#### Problem description
Note each line of the listing that contains the string "resonatorDto", and copy it.
Dataset START
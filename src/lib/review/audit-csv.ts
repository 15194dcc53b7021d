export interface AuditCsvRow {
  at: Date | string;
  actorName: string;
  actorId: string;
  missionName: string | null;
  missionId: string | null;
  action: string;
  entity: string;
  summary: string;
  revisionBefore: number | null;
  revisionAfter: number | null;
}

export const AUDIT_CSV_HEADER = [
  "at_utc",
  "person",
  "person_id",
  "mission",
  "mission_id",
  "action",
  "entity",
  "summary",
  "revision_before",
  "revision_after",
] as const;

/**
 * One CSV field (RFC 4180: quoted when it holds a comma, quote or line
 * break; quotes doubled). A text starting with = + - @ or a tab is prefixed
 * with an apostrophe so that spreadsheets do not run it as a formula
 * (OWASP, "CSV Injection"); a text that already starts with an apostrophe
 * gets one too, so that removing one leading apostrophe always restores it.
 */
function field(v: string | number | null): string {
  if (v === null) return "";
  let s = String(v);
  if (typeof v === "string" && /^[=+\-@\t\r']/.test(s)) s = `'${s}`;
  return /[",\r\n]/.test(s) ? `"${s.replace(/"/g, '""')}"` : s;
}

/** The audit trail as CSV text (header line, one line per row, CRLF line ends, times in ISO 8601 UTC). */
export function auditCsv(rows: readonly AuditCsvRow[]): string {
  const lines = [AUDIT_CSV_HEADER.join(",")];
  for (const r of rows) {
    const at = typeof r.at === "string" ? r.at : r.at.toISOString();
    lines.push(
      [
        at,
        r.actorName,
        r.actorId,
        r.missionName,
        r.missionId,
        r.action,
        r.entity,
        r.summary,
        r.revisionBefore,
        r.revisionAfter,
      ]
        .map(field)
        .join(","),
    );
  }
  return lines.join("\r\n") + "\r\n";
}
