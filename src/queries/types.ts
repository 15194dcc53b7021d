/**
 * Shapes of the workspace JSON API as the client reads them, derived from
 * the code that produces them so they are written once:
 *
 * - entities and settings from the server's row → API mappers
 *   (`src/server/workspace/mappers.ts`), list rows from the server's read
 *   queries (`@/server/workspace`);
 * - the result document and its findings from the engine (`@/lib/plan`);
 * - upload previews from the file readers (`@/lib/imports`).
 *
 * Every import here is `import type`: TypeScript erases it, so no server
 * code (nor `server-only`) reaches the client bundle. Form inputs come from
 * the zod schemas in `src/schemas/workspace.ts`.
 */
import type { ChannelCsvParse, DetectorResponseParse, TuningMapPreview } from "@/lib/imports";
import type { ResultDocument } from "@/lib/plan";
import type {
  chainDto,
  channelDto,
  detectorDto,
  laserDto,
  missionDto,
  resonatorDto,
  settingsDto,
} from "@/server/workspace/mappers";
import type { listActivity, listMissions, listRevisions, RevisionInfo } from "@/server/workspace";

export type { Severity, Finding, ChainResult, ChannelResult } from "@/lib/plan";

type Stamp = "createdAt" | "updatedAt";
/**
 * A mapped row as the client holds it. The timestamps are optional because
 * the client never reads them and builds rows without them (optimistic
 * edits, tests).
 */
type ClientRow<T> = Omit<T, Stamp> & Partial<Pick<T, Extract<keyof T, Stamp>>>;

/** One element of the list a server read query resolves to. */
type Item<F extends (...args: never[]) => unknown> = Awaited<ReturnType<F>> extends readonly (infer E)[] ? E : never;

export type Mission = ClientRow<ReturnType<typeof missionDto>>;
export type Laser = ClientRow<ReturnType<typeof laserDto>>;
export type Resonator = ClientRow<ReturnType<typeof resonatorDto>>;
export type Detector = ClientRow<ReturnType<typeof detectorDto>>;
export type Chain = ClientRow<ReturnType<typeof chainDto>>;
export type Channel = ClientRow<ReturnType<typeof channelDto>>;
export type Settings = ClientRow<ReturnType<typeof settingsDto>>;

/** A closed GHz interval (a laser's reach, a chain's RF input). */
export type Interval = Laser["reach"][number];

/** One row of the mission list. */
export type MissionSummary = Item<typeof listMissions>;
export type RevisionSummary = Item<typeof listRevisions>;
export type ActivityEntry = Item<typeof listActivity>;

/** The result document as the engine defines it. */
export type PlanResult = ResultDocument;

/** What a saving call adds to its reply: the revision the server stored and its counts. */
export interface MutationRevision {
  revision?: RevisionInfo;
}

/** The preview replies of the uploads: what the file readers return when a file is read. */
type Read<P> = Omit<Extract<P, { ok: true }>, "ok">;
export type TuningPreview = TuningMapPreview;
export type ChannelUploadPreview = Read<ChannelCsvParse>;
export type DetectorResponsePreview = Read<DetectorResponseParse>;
Dataset END
#### Response for this exercise
  resonatorDto,
export type Resonator = ClientRow<ReturnType<typeof resonatorDto>>;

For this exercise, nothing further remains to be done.